(WORK TASK):
Copy out all the lines of the data that hold the word "models".

Saved entries:
-*-*-

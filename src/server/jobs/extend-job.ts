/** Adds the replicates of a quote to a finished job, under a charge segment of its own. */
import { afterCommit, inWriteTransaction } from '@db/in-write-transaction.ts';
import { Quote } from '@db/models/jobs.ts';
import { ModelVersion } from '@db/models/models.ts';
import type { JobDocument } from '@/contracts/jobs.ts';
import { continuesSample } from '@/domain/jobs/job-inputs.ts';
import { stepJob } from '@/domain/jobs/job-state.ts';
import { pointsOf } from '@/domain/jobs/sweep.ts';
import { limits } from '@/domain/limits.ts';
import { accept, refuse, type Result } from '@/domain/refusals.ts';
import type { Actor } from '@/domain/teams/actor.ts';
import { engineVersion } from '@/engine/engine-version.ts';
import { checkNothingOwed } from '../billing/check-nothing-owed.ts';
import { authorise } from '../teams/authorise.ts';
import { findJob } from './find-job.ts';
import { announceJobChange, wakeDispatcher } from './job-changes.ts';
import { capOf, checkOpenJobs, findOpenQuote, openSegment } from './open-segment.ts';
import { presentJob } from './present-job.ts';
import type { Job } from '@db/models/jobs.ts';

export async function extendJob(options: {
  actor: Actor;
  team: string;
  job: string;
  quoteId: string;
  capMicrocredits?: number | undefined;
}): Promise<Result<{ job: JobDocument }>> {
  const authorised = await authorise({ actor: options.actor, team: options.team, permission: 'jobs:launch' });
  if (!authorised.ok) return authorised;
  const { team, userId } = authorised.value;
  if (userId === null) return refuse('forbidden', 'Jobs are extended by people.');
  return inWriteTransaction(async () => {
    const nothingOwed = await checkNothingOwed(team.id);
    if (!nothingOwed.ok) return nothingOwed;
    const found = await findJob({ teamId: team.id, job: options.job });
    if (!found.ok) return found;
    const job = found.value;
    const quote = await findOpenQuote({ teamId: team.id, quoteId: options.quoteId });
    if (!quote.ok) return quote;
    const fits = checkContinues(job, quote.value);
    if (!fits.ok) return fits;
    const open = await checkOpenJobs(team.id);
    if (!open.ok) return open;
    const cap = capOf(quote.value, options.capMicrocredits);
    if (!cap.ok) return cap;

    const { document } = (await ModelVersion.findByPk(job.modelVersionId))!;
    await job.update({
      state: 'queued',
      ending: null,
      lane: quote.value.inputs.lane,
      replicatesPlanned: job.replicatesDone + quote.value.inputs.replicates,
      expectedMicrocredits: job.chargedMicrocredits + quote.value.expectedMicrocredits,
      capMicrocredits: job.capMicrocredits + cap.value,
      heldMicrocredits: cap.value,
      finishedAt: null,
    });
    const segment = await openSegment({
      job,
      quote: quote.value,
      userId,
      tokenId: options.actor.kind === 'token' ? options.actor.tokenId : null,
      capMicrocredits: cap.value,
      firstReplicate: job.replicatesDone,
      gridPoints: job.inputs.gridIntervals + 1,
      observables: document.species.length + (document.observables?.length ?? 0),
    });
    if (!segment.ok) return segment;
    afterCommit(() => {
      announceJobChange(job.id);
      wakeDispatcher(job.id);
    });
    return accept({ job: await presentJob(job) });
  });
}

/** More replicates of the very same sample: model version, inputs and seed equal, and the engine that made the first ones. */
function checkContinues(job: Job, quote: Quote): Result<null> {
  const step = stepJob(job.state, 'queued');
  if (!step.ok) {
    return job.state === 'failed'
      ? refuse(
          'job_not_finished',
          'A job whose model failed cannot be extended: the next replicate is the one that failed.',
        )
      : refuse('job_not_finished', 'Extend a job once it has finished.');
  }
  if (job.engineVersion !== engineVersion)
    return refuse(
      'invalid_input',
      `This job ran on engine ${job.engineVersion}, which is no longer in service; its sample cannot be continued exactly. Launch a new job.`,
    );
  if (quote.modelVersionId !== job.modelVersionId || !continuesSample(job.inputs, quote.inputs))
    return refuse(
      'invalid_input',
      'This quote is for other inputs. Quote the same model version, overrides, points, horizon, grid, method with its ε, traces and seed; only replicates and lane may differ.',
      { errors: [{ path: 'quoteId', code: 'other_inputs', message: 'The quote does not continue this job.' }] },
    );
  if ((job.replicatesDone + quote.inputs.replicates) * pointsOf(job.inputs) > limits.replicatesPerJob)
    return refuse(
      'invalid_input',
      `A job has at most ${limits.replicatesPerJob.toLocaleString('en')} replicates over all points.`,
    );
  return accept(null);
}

-*-*-

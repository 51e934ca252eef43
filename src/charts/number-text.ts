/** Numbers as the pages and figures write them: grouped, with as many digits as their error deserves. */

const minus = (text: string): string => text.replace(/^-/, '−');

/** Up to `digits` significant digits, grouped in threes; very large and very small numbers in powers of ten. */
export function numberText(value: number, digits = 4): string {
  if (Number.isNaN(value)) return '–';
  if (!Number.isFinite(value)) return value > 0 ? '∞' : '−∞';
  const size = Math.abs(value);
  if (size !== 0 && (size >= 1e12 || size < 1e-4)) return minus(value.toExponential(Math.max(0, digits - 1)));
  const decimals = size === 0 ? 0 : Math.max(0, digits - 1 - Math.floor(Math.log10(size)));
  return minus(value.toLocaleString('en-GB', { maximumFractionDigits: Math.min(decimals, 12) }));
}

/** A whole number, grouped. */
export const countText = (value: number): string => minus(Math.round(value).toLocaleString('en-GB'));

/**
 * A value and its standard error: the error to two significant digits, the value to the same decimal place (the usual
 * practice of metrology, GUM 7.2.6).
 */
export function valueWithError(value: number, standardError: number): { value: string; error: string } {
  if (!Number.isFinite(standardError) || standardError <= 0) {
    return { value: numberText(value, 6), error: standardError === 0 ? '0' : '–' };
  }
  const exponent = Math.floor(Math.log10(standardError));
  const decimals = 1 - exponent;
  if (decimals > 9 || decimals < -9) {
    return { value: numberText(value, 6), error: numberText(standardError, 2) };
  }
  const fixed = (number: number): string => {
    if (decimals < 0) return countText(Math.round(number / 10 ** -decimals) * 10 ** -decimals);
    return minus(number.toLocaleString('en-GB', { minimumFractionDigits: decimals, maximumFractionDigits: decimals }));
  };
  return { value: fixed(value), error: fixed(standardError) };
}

-*-*-

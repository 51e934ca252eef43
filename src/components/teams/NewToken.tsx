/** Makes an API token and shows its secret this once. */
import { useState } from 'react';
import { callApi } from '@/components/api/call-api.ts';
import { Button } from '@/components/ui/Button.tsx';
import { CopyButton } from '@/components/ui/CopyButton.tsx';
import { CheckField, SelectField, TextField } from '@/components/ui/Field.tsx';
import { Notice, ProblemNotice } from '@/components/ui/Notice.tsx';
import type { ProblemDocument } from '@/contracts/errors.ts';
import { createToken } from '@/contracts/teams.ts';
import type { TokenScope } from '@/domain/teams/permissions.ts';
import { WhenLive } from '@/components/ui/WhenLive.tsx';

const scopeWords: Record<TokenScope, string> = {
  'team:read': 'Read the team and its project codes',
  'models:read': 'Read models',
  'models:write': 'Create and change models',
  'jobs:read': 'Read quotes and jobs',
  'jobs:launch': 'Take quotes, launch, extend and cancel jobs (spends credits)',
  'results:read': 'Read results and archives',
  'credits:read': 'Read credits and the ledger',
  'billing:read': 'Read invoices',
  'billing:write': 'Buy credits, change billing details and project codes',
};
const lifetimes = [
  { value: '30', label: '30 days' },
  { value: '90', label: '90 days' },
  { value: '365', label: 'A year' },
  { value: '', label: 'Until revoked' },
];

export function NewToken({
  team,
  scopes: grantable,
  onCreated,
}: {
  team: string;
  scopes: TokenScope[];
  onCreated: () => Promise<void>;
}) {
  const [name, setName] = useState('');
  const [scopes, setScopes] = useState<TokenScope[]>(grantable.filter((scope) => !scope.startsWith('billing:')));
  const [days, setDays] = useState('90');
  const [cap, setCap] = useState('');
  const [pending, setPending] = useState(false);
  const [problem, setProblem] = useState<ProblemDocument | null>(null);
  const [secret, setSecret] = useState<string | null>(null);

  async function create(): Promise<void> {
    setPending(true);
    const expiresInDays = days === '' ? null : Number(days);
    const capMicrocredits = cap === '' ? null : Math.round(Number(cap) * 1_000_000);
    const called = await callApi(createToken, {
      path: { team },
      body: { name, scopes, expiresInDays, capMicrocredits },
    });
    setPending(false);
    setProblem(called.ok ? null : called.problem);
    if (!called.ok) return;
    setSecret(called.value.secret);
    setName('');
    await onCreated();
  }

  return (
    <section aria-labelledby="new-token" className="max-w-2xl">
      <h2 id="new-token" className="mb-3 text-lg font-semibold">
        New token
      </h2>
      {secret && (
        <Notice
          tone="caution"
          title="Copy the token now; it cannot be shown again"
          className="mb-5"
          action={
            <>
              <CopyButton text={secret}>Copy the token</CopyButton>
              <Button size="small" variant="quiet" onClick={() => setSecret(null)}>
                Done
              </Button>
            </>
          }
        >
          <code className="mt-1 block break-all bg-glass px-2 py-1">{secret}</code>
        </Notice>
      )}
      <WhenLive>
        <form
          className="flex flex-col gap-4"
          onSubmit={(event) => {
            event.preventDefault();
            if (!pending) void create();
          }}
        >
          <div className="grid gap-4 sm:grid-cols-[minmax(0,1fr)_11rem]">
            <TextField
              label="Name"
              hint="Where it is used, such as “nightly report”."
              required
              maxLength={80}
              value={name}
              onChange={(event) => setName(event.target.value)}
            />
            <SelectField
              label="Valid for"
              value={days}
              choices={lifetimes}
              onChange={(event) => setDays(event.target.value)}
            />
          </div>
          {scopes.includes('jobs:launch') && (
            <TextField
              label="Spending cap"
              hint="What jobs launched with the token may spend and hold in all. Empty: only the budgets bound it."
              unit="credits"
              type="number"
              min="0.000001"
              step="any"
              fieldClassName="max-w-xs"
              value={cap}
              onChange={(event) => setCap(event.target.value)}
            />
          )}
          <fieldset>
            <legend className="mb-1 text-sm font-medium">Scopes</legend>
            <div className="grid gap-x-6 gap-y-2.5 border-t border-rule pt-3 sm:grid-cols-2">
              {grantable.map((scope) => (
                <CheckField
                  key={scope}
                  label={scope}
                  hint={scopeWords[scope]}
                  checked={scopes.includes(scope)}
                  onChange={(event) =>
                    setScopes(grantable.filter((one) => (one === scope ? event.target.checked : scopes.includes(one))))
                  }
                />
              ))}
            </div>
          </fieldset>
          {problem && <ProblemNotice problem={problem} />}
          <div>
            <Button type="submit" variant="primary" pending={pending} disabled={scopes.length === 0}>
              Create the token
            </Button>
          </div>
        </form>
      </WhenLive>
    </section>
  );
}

-*-*-

(WRITTEN ANSWER):
import { Quote } from '@db/models/jobs.ts';
import { ModelVersion } from '@db/models/models.ts';
import type { Job } from '@db/models/jobs.ts';
  'models:read': 'Read models',
  'models:write': 'Create and change models',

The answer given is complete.